══ Records supplied

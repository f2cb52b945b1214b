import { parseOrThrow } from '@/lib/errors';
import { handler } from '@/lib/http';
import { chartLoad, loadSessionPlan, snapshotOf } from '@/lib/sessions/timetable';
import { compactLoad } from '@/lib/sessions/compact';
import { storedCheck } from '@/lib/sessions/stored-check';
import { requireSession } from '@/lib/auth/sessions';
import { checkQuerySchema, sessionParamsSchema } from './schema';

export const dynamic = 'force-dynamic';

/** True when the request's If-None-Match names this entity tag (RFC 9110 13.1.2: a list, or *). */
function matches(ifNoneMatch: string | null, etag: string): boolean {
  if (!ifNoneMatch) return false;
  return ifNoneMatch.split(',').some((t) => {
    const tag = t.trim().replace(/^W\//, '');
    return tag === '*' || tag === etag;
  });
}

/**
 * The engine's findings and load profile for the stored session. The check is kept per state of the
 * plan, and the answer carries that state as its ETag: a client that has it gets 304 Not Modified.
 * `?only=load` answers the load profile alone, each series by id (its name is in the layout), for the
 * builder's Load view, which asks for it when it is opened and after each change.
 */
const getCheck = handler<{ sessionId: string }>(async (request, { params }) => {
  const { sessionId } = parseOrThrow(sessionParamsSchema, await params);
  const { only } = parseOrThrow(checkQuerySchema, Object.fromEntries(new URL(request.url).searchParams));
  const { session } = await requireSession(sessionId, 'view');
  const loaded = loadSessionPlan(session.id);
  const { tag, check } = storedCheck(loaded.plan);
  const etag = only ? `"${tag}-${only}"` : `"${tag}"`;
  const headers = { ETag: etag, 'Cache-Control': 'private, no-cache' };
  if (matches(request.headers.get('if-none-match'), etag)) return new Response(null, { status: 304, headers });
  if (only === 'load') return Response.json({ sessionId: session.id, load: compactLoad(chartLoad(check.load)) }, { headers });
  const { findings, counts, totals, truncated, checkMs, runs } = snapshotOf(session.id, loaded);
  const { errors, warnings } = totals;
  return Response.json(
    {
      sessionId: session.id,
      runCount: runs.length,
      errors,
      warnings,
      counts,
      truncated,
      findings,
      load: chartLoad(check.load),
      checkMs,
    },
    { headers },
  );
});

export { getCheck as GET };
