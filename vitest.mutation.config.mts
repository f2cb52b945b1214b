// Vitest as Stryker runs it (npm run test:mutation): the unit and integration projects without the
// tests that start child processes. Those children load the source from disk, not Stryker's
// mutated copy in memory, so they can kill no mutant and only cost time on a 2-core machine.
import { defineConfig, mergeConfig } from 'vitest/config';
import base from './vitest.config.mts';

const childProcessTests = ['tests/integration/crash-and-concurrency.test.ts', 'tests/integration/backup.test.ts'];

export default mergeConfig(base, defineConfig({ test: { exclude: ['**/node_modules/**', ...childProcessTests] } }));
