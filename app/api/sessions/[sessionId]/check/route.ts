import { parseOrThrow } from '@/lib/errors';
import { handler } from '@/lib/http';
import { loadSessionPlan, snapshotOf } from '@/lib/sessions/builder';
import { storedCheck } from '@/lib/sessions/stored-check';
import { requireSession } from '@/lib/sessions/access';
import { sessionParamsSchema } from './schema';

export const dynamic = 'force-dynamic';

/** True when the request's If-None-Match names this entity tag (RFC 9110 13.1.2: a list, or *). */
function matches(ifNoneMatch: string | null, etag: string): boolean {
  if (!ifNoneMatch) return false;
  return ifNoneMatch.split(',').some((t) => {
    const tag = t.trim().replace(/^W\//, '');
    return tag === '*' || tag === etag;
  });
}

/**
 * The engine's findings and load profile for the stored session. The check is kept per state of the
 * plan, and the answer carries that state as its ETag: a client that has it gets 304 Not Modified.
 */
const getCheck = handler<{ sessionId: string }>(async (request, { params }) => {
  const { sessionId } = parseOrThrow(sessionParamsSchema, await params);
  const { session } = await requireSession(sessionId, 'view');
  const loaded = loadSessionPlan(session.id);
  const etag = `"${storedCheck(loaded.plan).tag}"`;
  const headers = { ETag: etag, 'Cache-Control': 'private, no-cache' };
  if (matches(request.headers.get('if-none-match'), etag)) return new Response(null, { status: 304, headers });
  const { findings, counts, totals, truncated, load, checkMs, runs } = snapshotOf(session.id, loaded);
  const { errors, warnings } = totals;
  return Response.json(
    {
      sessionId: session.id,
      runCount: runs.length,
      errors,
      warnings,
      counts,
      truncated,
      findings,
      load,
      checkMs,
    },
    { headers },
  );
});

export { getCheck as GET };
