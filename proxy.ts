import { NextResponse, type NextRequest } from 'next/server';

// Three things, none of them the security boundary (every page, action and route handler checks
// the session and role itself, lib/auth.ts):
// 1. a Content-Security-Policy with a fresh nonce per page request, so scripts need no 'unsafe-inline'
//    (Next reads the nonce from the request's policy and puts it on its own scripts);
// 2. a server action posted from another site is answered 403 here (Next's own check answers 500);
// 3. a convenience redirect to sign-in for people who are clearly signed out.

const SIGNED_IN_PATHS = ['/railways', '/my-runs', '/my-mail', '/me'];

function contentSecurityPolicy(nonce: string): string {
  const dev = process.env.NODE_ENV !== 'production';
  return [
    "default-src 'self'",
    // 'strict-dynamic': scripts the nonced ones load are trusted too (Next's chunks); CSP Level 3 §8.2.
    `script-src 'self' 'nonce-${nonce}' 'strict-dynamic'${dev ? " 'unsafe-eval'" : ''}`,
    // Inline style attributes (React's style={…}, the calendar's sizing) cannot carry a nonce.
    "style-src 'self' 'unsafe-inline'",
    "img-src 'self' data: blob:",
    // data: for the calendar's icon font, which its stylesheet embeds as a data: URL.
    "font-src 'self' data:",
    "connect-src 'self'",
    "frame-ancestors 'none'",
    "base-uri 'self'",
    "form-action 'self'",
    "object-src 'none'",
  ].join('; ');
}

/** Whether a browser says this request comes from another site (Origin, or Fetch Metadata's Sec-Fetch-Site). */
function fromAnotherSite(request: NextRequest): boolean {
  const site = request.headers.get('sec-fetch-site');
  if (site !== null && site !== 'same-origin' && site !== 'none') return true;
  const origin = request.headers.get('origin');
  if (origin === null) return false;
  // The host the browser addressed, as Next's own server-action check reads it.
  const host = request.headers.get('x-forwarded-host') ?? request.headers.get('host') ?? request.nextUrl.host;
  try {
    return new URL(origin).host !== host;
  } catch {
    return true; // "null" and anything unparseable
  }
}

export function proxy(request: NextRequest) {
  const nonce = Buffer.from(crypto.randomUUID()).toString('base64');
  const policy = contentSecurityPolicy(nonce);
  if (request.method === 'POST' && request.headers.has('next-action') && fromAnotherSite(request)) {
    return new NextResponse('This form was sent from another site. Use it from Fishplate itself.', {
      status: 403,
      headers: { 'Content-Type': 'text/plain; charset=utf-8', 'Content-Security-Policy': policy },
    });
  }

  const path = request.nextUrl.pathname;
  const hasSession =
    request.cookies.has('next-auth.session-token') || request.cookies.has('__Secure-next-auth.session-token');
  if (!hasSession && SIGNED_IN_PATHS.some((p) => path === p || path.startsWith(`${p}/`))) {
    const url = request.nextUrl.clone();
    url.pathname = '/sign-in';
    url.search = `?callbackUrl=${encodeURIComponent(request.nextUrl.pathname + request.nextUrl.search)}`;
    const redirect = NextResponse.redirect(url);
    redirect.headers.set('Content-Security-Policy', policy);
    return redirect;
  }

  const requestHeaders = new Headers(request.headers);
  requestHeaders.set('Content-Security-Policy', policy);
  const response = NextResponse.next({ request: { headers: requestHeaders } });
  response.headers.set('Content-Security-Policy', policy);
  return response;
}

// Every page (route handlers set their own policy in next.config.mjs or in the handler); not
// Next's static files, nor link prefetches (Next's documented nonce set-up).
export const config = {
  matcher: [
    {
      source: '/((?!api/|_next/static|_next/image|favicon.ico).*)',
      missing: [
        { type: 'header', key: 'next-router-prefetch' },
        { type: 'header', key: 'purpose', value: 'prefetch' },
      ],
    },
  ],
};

════

Bring together all lines of the entries above in which the string "page" occurs.

// Three things, none of them the security boundary (every page, action and route handler checks
// 1. a Content-Security-Policy with a fresh nonce per page request, so scripts need no 'unsafe-inline'
// Every page (route handlers set their own policy in next.config.mjs or in the handler); not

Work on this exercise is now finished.